Deixando de lado a iminente perda de receitas que envolvem o matchday, o presidente do Fortaleza, Marcelo Paz, afirma que a ausência do público nos estádios não vai apenas afetar o lado financeiro, mas o próprio jogo como conhecemos: "Não há previsão, em curto e médio prazo, de jogos com venda de ingressos. Com portões fechados a mudança será direta, já que historicamente clubes mandantes vencem mais os seus jogos. Podemos citar como exemplo a Bundesliga, que retornou com portões fechados e têm tido um aproveitamento melhor de times visitantes. Além disso, o ambiente sem público influenciará na arbitragem, já que é diferente para o juiz apitar em um estádio vazio onde ele poderá ter mais tranquilidade para tomar suas decisões", aponta.

Na Bundesliga, citada por Paz, em cinco rodadas sem público foram 21 vitórias para os visitantes, 14 empates e apenas 10 vitórias para os mandantes.

Mais desafios para engajar sócio-torcedor

Os últimos cinco anos representaram um salto gigantesco no lucro e no peso que os programas de sócio-torcedor geram para clubes do Brasil. Esses programas tiveram faturamento de R$ 390 milhões nos times da Série A em 2018. O valor representa um incremento de 42% na comparação a 2014. É quase 8% dos pouco mais de R$ 5 bilhões em recursos obtidos por essas equipes há dois anos, de acordo com o levantamento de André Monnerat, diretor de negócios da Feng Brasil, empresa especializada em programas de sócios e engajamento de torcedores, que atende clubes como Flamengo, Vasco e Santos.

O Campeonato Brasileiro 2019, por exemplo, que registrou a segunda maior média de público da sua história - 21.230 torcedores por partida - teve 51% do público pagante da competição formado apenas por sócios. Por isso, a pandemia surge como um aviso para diversos clubes que, naturalmente, encontram dificuldades para manter sua base em meio à paralisação dos jogos.

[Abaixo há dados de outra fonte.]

@settings(max_examples=60, deadline=None)
@given(
    st.lists(
        st.lists(st.integers(-4, 6), min_size=1, max_size=3).map(
            lambda c: sympy.Poly(c, K, domain=sympy.QQ)
        ),
        min_size=2,
        max_size=8,
    ).filter(lambda cols: not cols[0].is_zero)
)
def test_fraction_free_first_column_against_the_textbook_recurrence(
    columns: list[sympy.Poly],
) -> None:
    # Reference: the Routh recurrence as the textbooks write it, each entry reduced by
    # sympy.cancel (Ogata, Modern Control Engineering, sec. 5-6, from memory); the
    # fraction-free entries must be the same rational functions up to a constant factor,
    # and stop at the same row when an entry vanishes for every gain.
    n = len(columns) - 1
    width = n // 2 + 1
    coeffs = [c.as_expr() for c in columns]
    prev = coeffs[0::2] + [sympy.Integer(0)] * (width - len(coeffs[0::2]))
    cur = coeffs[1::2] + [sympy.Integer(0)] * (width - len(coeffs[1::2]))
    textbook = [prev[0]]
    stop = None
    for power in range(n - 1, -1, -1):
        if sympy.cancel(cur[0]) == 0:
            stop = power
            break
        textbook.append(sympy.cancel(cur[0]))
        nxt = [
            sympy.cancel((cur[0] * prev[j + 1] - prev[0] * cur[j + 1]) / cur[0])
            for j in range(width - 1)
        ]
        prev, cur = cur, [*nxt, sympy.Integer(0)]
    parts, degenerate = _first_column_parts([[int(c) for c in p.all_coeffs()] for p in columns])
    assert degenerate == stop
    assert len(parts) == len(textbook)
    for (num, den), entry in zip(parts, textbook, strict=True):
        ratio = sympy.cancel(sympy.Poly(num, K).as_expr() / sympy.Poly(den, K).as_expr() / entry)
        assert ratio.is_Rational and ratio != 0
        textbook_num, textbook_den = sympy.fraction(sympy.cancel(entry))
        assert sympy.Poly(num, K).degree() == sympy.Poly(textbook_num, K).degree()
        assert sympy.Poly(den, K).degree() == sympy.Poly(textbook_den, K).degree()
    # Not in lowest terms: the same entries, and their numerators and denominators have
    # the same real roots taken together as the textbook's (sympy's real_roots).
    raw, raw_degenerate = _first_column_parts(
        [[int(c) for c in p.all_coeffs()] for p in columns], lowest_terms=False
    )
    assert raw_degenerate == stop
    for (num, den), entry in zip(raw, textbook, strict=True):
        ratio = sympy.cancel(sympy.Poly(num, K).as_expr() / sympy.Poly(den, K).as_expr() / entry)
        assert ratio.is_Rational and ratio != 0

    def roots(polys: list[sympy.Expr]) -> list[sympy.Float]:
        # By value, to 30 digits: sympy writes one root in several forms (CRootOf of k^3 +
        # 16k + 16, or 2·CRootOf of k^3 + 4k + 2), which compare unequal as expressions.
        found: list[sympy.Float] = []
        for q in polys:
            q_poly = sympy.Poly(q, K)
            if q_poly.degree() > 0:
                found.extend(sympy.N(r, 30) for r in q_poly.real_roots())
        distinct: list[sympy.Float] = []
        for r in sorted(found):
            if not distinct or abs(r - distinct[-1]) > 1e-20 * (1 + abs(r)):
                distinct.append(r)
        return distinct

    textbook_parts = [part for e in textbook for part in sympy.fraction(sympy.cancel(e))]
    raw_parts = [sympy.Poly(part, K).as_expr() for pair in raw for part in pair]
    ours, theirs = roots(raw_parts), roots(textbook_parts)
    assert len(ours) == len(theirs)
    assert all(abs(a - b) <= 1e-20 * (1 + abs(b)) for a, b in zip(ours, theirs, strict=True))


# ------------------------------------------------------------------ stable gain sets


def test_conditionally_stable_middle_band() -> None:
    # Own design: K(s+1)^2/(s^3(s+10)^2) is stable only between two gains (a conditionally
    # stable loop). Reference: closed-loop poles from numpy.roots and from python-control's
    # feedback + poles on a dense gain grid, each boundary bisected to 1e-9 relative.
    loop = gain_times((S + 1) ** 2, S**3 * (S + 10) ** 2)
    result = stable_gains(loop)
    exact_ends = ends(result.gains)
    assert len(result.gains.intervals) == 1 and len(exact_ends) == 2
    numeric = NumericLoop(loop)
    found_numpy = numeric_boundaries(numeric.stable, 1.0, 1e5, 1500)
    found_control = numeric_boundaries(numeric.control_stable, 1.0, 1e5, 300)
    for found in (found_numpy, found_control):
        assert len(found) == 2
        for e, f in zip(exact_ends, found, strict=True):
            assert abs(e - f) <= 1e-9 * e
    # ω0 of each crossing is where numpy finds the closed-loop pair at the boundary gain
    for b in result.boundaries:
        assert b.crossing == "imaginary" and b.omega is not None
        roots = np.roots(numeric.char(to_float(b.gain)))
        nearest = roots[np.argmin(np.abs(roots.real))]
        assert abs(abs(nearest.imag) - to_float(b.omega)) < 1e-6 * to_float(b.omega)


def test_stable_only_above_a_minimum_gain() -> None:
    # K(s+1)^2/(s^3(s+10)): Routh gives rows 0.8K and 2K − 12.5, so stable exactly for
    # K > 25/4 (hand Routh, common practice); checked against numpy.roots with bisection.
    loop = gain_times((S + 1) ** 2, S**3 * (S + 10))
    result = stable_gains(loop)
    assert result.gains == GainSet((Interval(sympy.Rational(25, 4), INF),))
    found = numeric_boundaries(NumericLoop(loop).stable, 0.1, 1e4, 400)
    assert len(found) == 1 and abs(found[0] - 6.25) < 1e-9 * 6.25
    assert result.nominal_stable is False  # nominal K = 1 lies below the minimum


def disjoint_loop(**kw: object) -> LoopAlgebra:
    # Own design: a lightly damped plant mode and a nearby zero pair make the root locus
    # cross the imaginary axis four times.
    z = sympy.Rational(1, 20)
    num = (S + 1) ** 2 * (S**2 + 2 * z * 4 * S + 16)
    den = S**3 * (S + 10) ** 2 * (S**2 + 2 * z * 3 * S + 9)
    return gain_times(num, den, **kw)


def test_several_disjoint_bands() -> None:
    # Reference: numpy.roots on a dense gain grid, boundaries bisected to 1e-9 relative.
    loop = disjoint_loop()
    result = stable_gains(loop)
    exact_ends = ends(result.gains)
    assert len(result.gains.intervals) == 2 and len(exact_ends) == 4
    found = numeric_boundaries(NumericLoop(loop).stable, 1.0, 1e4, 3000)
    assert len(found) == 4
    for e, f in zip(exact_ends, found, strict=True):
        assert abs(e - f) <= 1e-9 * e
    assert [b.crossing for b in result.boundaries] == ["imaginary"] * 4


def test_narrow_band_a_few_percent_wide() -> None:
    # Own design: K(s+a)^2/(s^3(s+10)^2) with a = 1.7155 is stable in a band about 4.5 %
    # wide, which a 200-point logarithmic grid over 1..10^4 (4.7 % steps) can step over.
    # Reference: numpy.roots; stable at the band's middle, and bisection from there outward
    # finds each end to 1e-9 relative.
    loop = gain_times((S + sympy.Rational(3431, 2000)) ** 2, S**3 * (S + 10) ** 2)
    result = stable_gains(loop)
    assert len(result.gains.intervals) == 1
    lo, hi = ends(result.gains)
    assert 0.01 < (hi - lo) / lo < 0.06
    numeric = NumericLoop(loop)
    mid = 0.5 * (lo + hi)
    assert numeric.stable(mid)
    assert not numeric.stable(lo * 0.98) and not numeric.stable(hi * 1.02)
    assert abs(bisect(numeric.stable, lo * 0.98, mid) - lo) <= 1e-9 * lo
    assert abs(bisect(numeric.stable, mid, hi * 1.02) - hi) <= 1e-9 * hi


def test_biproper_loop_crosses_through_infinity() -> None:
    # K(2 − s)/(s + 1): the closed-loop pole −(1 + 2K)/(1 − K) runs off to −∞ as K → 1
    # and returns from +∞ (1 + L(∞) = 1 − K = 0). Reference: python-control poles.
    loop = gain_times(2 - S, S + 1)
    result = stable_gains(loop)
    assert result.gains == GainSet((Interval(ZERO, sympy.Integer(1)),))
    assert [(b.gain, b.describe()) for b in result.boundaries] == [(1, "s = ∞")]
    numeric = NumericLoop(loop)
    assert numeric.control_stable(0.999) and not numeric.control_stable(1.001)
    assert stable_gains(gain_times(2 - S, S + 1, nominal=Fraction(1))).nominal_stable is False


def test_boundary_through_the_origin() -> None:
    # K(s − 1)/((s+1)(s+2)): P = s² + (3+K)s + 2 − K, a real root through s = 0 at K = 2
    # (common practice); reference: numpy.roots with bisection.
    loop = gain_times(S - 1, (S + 1) * (S + 2))
    result = stable_gains(loop)
    assert result.gains == GainSet((Interval(ZERO, sympy.Integer(2)),))
    assert [b.describe() for b in result.boundaries] == ["s = 0"]
    found = numeric_boundaries(NumericLoop(loop).stable, 0.01, 100, 200)
    assert len(found) == 1 and abs(found[0] - 2) < 1e-9 * 2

"Os clubes precisaram apostar muito no apelo emocional, tanto na criação de peças de comunicação quanto nas ações para motivar o torcedor a seguir sócio, e perceberam que é possível ter bons resultados desta forma. Na verdade, o produto "sócio-torcedor" sempre teve esta dimensão intangível, mas muitos acabam pensando apenas no lado tangível - os benefícios concretos - na hora de desenhar seus planos e campanhas, quando na verdade mesmo estas entregas só se tornam realmente atraentes quando o torcedor sente o quanto sua paixão pelo time é parte importante de quem ele é. É preciso manter esse esforço na ligação da identidade do torcedor, mesmo quando voltar a ser possível entregar vantagens nas partidas", afirma Monnerat.

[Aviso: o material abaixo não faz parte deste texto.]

def reactor_flux(
    t_s: np.ndarray, v_v: np.ndarray, *, t_leak_s: float, t_ref_s: float
) -> np.ndarray:
    """Leaky flux integral ``dλ/dt = v − λ/T`` of each row, steady before ``t_ref_s``.

    The integration constant is set so that the flux has zero mean over the whole cycles
    before ``t_ref_s`` (the pre-fault sinusoidal steady state), which fixes the reactor
    currents through the whole record because inductor currents are continuous.

    Parameters
    ----------
    t_s : numpy.ndarray
        Sample times [s] (uniform).
    v_v : numpy.ndarray
        (m, n) voltages [V].
    t_leak_s : float
        Leak time constant [s] (``inf`` = pure integral).
    t_ref_s : float
        End of the steady pre-fault interval (fault inception) [s].

    Returns
    -------
    numpy.ndarray
        (m, n) flux [V·s].
    """
    v = np.atleast_2d(np.asarray(v_v, dtype=float))
    dt = float(np.median(np.diff(t_s)))
    a = 0.0 if not math.isfinite(t_leak_s) else dt / t_leak_s
    # trapezoidal leaky integral: λ[n+1] = (λ[n](1 − a/2) + dt·(v[n]+v[n+1])/2)/(1 + a/2)
    from scipy.signal import lfilter

    b_coef = np.array([dt / 2.0, dt / 2.0]) / (1.0 + a / 2.0)
    a_coef = np.array([1.0, -(1.0 - a / 2.0) / (1.0 + a / 2.0)])
    lam = lfilter(b_coef, a_coef, v, axis=1)
    decay = (-a_coef[1]) ** np.arange(v.shape[1])
    sel = t_s < t_ref_s
    if sel.sum() >= 4:
        c = -lam[:, sel].mean(axis=1) / max(float(decay[sel].mean()), 1e-12)
        lam = lam + c[:, None] * decay[None, :]
    return lam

Categoria de base como divisora de águas

Não é novidade dizer que o Brasil é uma fonte rica de talentos no futebol. De acordo com um estudo apresentado pelo Observatório do Futebol do Centro Internacional de Estudos Esportivos (CIES) em abril, o país é o que mais exporta jogadores de futebol no planeta. No ranking organizado pela entidade são 1,6 mil representantes no exterior, neste ano, sendo que 74,6% deles atuam em clubes de primeira divisão.

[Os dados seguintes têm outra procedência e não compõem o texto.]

def _line_of(sc):  # type: ignore[no-untyped-def]
    """The scenario's line description with the reactor banks the simulator used."""
    from recordscan.physics.reactors import FourLeggedReactor
    from recordscan.synth.generate import _reactor_spec, resolve_line

    line = resolve_line(sc)
    banks = []
    for setting, own in (
        (sc.reactor_local, line.reactor_from),
        (sc.reactor_remote, line.reactor_to),
    ):
        spec = _reactor_spec(setting, own, line.voltage_v)
        banks.append(
            None
            if spec is None
            else FourLeggedReactor(
                x_phase_ohm=spec.x_phase_ohm,
                x_neutral_ohm=spec.x_neutral_ohm,
                quality_factor=spec.q_factor,
            )
        )
    return line.with_reactors(*banks)


def last_cycle_visibility(ev, line) -> float | None:  # type: ignore[no-untyped-def]
    """How far the arc's last cycle stands out in the record, in units of its noise.

    The simulator's noise-free line-side voltage of the open phase at the recording end is
    fitted over the two cycles after the final extinction (from a quarter cycle on) with the
    recovery waveform (sinusoid at f, offset, slope and curvature; on a compensated line also
    the free oscillation at the line model's frequency) and extrapolated over the cycle
    before it; the RMS departure there over the record's noise σ (from its pre-fault cycle).
    Below about 3 the arc's last cycle looks like the recovery to any method that reads the
    voltage at that terminal: a diagnostic of the corpus, not of the detector. None when
    there is less than a cycle of recovery to fit.
    """
    from recordscan.detect._base import Quantities

    tr, res, rec = ev.truth, ev.raw, ev.records["local"]
    te_rec = tr["extinction_s"]
    if te_rec is None or res is None:
        return None
    f = rec.frequency_hz
    te = res.truth.extinction_s
    k = "ABC".index(tr["faulted_phase"])
    t, v = res.t_s, res.v_line_v[0, k]
    ends = [x for x in (res.truth.reclose_s or {}).values() if x is not None]
    end = min(ends) if ends else float(t[-1])
    fn = None
    if line.compensation > 0:
        from recordscan.physics.coupling import open_phase_coupling

        fn = open_phase_coupling(
            line, faulted_phase=tr["faulted_phase"], fault_at_m=tr["fault_location_m"]
        ).free_frequency_hz

    def basis(x: np.ndarray) -> np.ndarray:
        w, y = 2 * np.pi * f, x * f
        cols = [np.cos(w * x), np.sin(w * x), np.ones_like(x), y, y * y]
        if fn:
            cols += [np.cos(2 * np.pi * fn * x), np.sin(2 * np.pi * fn * x)]
        return np.stack(cols, axis=1)

    fit = (t >= te + 0.25 / f) & (t < min(te + 2.25 / f, end))
    if fit.sum() < 20:
        return None
    coef, *_ = np.linalg.lstsq(basis(t[fit] - te), v[fit], rcond=None)
    last = (t >= te - 1 / f) & (t < te)
    dev = v[last] - basis(t[last] - te) @ coef
    sigma = Quantities(rec).noise("v_" + tr["faulted_phase"].lower())
    return float(np.sqrt(np.mean(dev**2)) / max(sigma, 1e-12))


def simulate_corpus(n: int, seed: int) -> list[tuple]:
    """``(scenario, truth, local record, line)`` for ``n`` scenarios drawn with ``seed``.

    The truth gains ``last_cycle_visibility`` (:func:`last_cycle_visibility`).
    """
    from recordscan.synth import simulate
    from recordscan.synth.sweep import draw_scenarios

    out = []
    for sc in draw_scenarios(n, seed=seed):
        ev = simulate(sc, keep_raw=True)
        line = _line_of(sc)
        truth = dict(ev.truth)
        truth["last_cycle_visibility"] = last_cycle_visibility(ev, line)
        out.append((sc, truth, ev.records["local"], line))
    return out


def observable_restrikes(truth: dict, f_hz: float) -> list[float]:
    """Truth restrikes preceded by at least :data:`OBSERVABLE_RECOVERY_CYCLES` of extinction."""
    ext = sorted(truth.get("extinctions_s") or [])
    out = []
    for r in truth.get("restrike_s") or []:
        before = [e for e in ext if e < r]
        if before and (r - before[-1]) * f_hz >= OBSERVABLE_RECOVERY_CYCLES:
            out.append(float(r))
    return out


def _match(got: list[float], want: list[float], tol_s: float) -> list[tuple[int, int]]:
    """Greedy one-to-one matching of detections to truth instants within ``tol_s``."""
    pairs = sorted(
        (abs(g - w), i, j)
        for i, g in enumerate(got)
        for j, w in enumerate(want)
        if abs(g - w) < tol_s
    )
    used_i: set[int] = set()
    used_j: set[int] = set()
    out = []
    for _, i, j in pairs:
        if i not in used_i and j not in used_j:
            used_i.add(i)
            used_j.add(j)
            out.append((i, j))
    return out


@dataclass
class Score:
    """Harness tallies."""

    n: int = 0
    confusion: Counter = field(default_factory=Counter)
    false_chain: int = 0
    phase_ok: int = 0
    phase_n: int = 0
    outcome_ok: int = 0
    outcome_n: int = 0
    ext_err_cycles: list[float] = field(default_factory=list)
    ext_err_ms: list[float] = field(default_factory=list)
    ext_group: list[str] = field(default_factory=list)
    ext_missing: int = 0
    ext_missing_group: list[str] = field(default_factory=list)
    ext_false: int = 0
    n_compensated: int = 0
    rs_obs: Counter = field(default_factory=Counter)
    rs_raw: Counter = field(default_factory=Counter)
    rs_err_ms: list[float] = field(default_factory=list)
    rs_gap_cycles: list[float] = field(default_factory=list)
    rs_err_raw_ms: list[float] = field(default_factory=list)
    #: extinctions less than three cycles before the end of the observation: n, failed
    ext_late: Counter = field(default_factory=Counter)
    #: extinctions whose last arc cycle stands out of the noise (visibility ≥ 3): n, within
    ext_visible: Counter = field(default_factory=Counter)
    fails: list[str] = field(default_factory=list)
    corpus: Counter = field(default_factory=Counter)

    @property
    def with_ext(self) -> int:
        return len(self.ext_err_cycles) + self.ext_missing

    def within(self, group: str | None = None) -> tuple[int, int]:
        errs = [
            e
            for e, g in zip(self.ext_err_cycles, self.ext_group, strict=True)
            if group is None or g == group
        ]
        miss = sum(1 for g in self.ext_missing_group if group is None or g == group)
        return sum(1 for e in errs if abs(e) <= 1.0), len(errs) + miss

    @staticmethod
    def pr(c: Counter) -> tuple[float, float]:
        p = c["tp"] / max(c["tp"] + c["fp"], 1)
        r = c["tp"] / max(c["tp"] + c["fn"], 1)
        return p, r


def score(rows: list[tuple]) -> Score:
    """Compare each analysis with its truth. ``rows`` are ``(sc, truth, rec, line, a)``."""
    s = Score()
    for sc, truth, rec, line, a in rows:
        s.n += 1
        f = rec.frequency_hz
        comp = line.compensation > 0
        group = "compensated" if comp else "uncompensated"
        s.corpus[("event", truth["event"])] += 1
        s.corpus[("f", round(f))] += 1
        s.corpus[("vt", truth["recorder"]["vt"])] += 1
        s.confusion[(truth["event"], a.event)] += 1
        if truth["event"] != "single_pole_trip":
            if a.event == "single_pole_trip":
                s.false_chain += 1
                s.fails.append(f"{sc.name}: chain reported on {truth['event']}")
            continue
        s.n_compensated += comp
        s.phase_n += 1
        s.phase_ok += a.faulted_phase == truth["faulted_phase"]
        if a.event != "single_pole_trip":
            s.fails.append(f"{sc.name}: {a.event} ({a.classification.detail})")
            continue
        s.outcome_n += 1
        s.outcome_ok += a.reclose is not None and a.reclose.outcome == truth["outcome"]
        if a.reclose is None or a.reclose.outcome != truth["outcome"]:
            s.fails.append(
                f"{sc.name}: outcome {a.reclose and a.reclose.outcome} vs {truth['outcome']}"
            )
        te = truth["extinction_s"]
        tag = (
            f"[{group[:4]} {truth['recorder']['vt']} {truth['recorder']['rate_hz']:.0f} Hz "
            f"{truth['recorder']['snr_db']:.0f} dB {line.voltage_v / 1e3:.0f} kV "
            f"{line.length_m / 1e3:.0f} km]"
        )
        if te is not None:
            rc = (truth.get("reclose_s") or {}).get("local")
            end_s = float(rc) if rc is not None else float(rec.t_s[-1])
            late = (end_s - te) * f < 3.0
            s.ext_late["n"] += late
            s.ext_late["fail"] += late and (
                a.extinction_s is None or abs(a.extinction_s - te) * f > 1.0
            )
            vis = truth.get("last_cycle_visibility")
            if vis is not None and vis >= VISIBLE:
                s.ext_visible["n"] += 1
                s.ext_visible["within"] += (
                    a.extinction_s is not None and abs(a.extinction_s - te) * f <= 1.0
                )
            if a.extinction_s is None:
                s.ext_missing += 1
                s.ext_missing_group.append(group)
                s.fails.append(f"{sc.name}: extinction missed {tag} ({a.warnings[:1]})")
            else:
                err = (a.extinction_s - te) * f
                s.ext_err_cycles.append(err)
                s.ext_err_ms.append((a.extinction_s - te) * 1e3)
                s.ext_group.append(group)
                if abs(err) > 1:
                    method = a.extinction.extinction.method if a.extinction else ""
                    s.fails.append(f"{sc.name}: extinction off by {err:+.2f} cycles {tag} {method}")
        elif a.extinction_s is not None:
            s.ext_false += 1
            s.fails.append(f"{sc.name}: extinction reported, truth none {tag}")
        got = [e.t_s for e in a.restrikes]
        raw = [float(x) for x in truth.get("restrike_s") or []]
        obs = observable_restrikes(truth, f)
        ext_all = sorted(truth.get("extinctions_s") or [])
        for r in raw:
            before = [e for e in ext_all if e < r]
            if before:
                s.rs_gap_cycles.append((r - before[-1]) * f)
        m_raw = _match(got, raw, 1.0 / f)
        s.rs_raw["tp"] += len(m_raw)
        s.rs_raw["fp"] += len(got) - len(m_raw)
        s.rs_raw["fn"] += len(raw) - len(m_raw)
        m_obs = _match(got, obs, 1.0 / f)
        matched_raw = {i for i, _ in m_raw}
        matched_obs = {i for i, _ in m_obs}
        s.rs_obs["tp"] += len(m_obs)
        s.rs_obs["fn"] += len(obs) - len(m_obs)
        s.rs_obs["fp"] += sum(1 for i in range(len(got)) if i not in matched_raw)
        s.rs_obs["neither"] += len(matched_raw - matched_obs)
        s.rs_err_ms += [(got[i] - obs[j]) * 1e3 for i, j in m_obs]
        s.rs_err_raw_ms += [(got[i] - raw[j]) * 1e3 for i, j in m_raw]
        if len(m_obs) < len(obs) or len(got) > len(matched_raw):
            s.fails.append(
                f"{sc.name}: restrikes found {[round(g, 4) for g in got]} observable "
                f"{[round(o, 4) for o in obs]} (raw {len(raw)}) {tag}"
            )
    return s


def summary_lines(s: Score) -> list[str]:
    errs = np.abs(np.array(s.ext_err_cycles)) if s.ext_err_cycles else np.array([np.inf])
    ok, tot = s.within()
    p_o, r_o = s.pr(s.rs_obs)
    p_r, r_r = s.pr(s.rs_raw)
    out = [
        f"corpus: {s.n} events; confusion (truth, found): {dict(s.confusion)}",
        f"extinction: n={tot}, within one cycle {ok / max(tot, 1):.1%} ({ok}/{tot}), median "
        f"{np.median(errs):.3f} cycles, p95 {np.percentile(errs, 95):.3f} cycles, missed "
        f"{s.ext_missing}, false {s.ext_false}",
    ]
    for g in ("uncompensated", "compensated"):
        ok_g, tot_g = s.within(g)
        out.append(f"  {g}: {ok_g}/{tot_g} within one cycle")
    out.append(
        f"  last arc cycle visible (>= {VISIBLE:g} noise RMS): {s.ext_visible['within']}/"
        f"{s.ext_visible['n']} within one cycle"
    )
    out += [
        f"restrikes (observable, >= {OBSERVABLE_RECOVERY_CYCLES:g} cycle of extinction): "
        f"precision {p_o:.2f}, recall {r_o:.2f} (tp {s.rs_obs['tp']}, fp {s.rs_obs['fp']}, "
        f"fn {s.rs_obs['fn']}, matched a non-observable one {s.rs_obs['neither']})",
        f"restrikes (all truth restrikes): precision {p_r:.2f}, recall {r_r:.2f} "
        f"(tp {s.rs_raw['tp']}, fp {s.rs_raw['fp']}, fn {s.rs_raw['fn']})",
        f"faulted phase {s.phase_ok}/{s.phase_n}, outcome {s.outcome_ok}/{s.outcome_n}",
        f"single-pole chains on records without one: {s.false_chain}",
    ]
    return out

Dado o potencial revelador do Brasil, Júnior Chávare, coordenador das categorias de base do Atlético-MG, acredita que a base tem o poder de salvar o futebol brasileiro pós-pandemia se feito de maneira planejada.

"Com o futebol parado, o momento é de reflexão para nós do quanto a base será um divisor de águas para quando o futebol voltar ao normal. Não tenho a menor dúvida. Quem já tem o trabalho estruturado nas divisões de base vai trilhar o caminho com muito menos dificuldade, porque o dinheiro não vai sobrar. Queremos os melhores dentro e fora de campo, privilegiando sempre a lapidação e revelação desses meninos, sem focar em conquistas. A partir do instante que você forma grandes elencos, ambos surgem naturalmente. É o que buscamos atualmente no Galo", explica Chávare, que também acumula passagens de sucesso por Grêmio e São Paulo, além de ter sido consultor da Juventus (ITA).

Além de montar elencos fortes a partir da base, a venda de jogadores para o exterior, uma das receitas mais importantes do futebol brasileiro, também é uma saída. O Flamengo, atual case de sucesso do país, por exemplo, movimentou mais de R$551 milhões com vendas de jogadores formados na base em menos de três anos.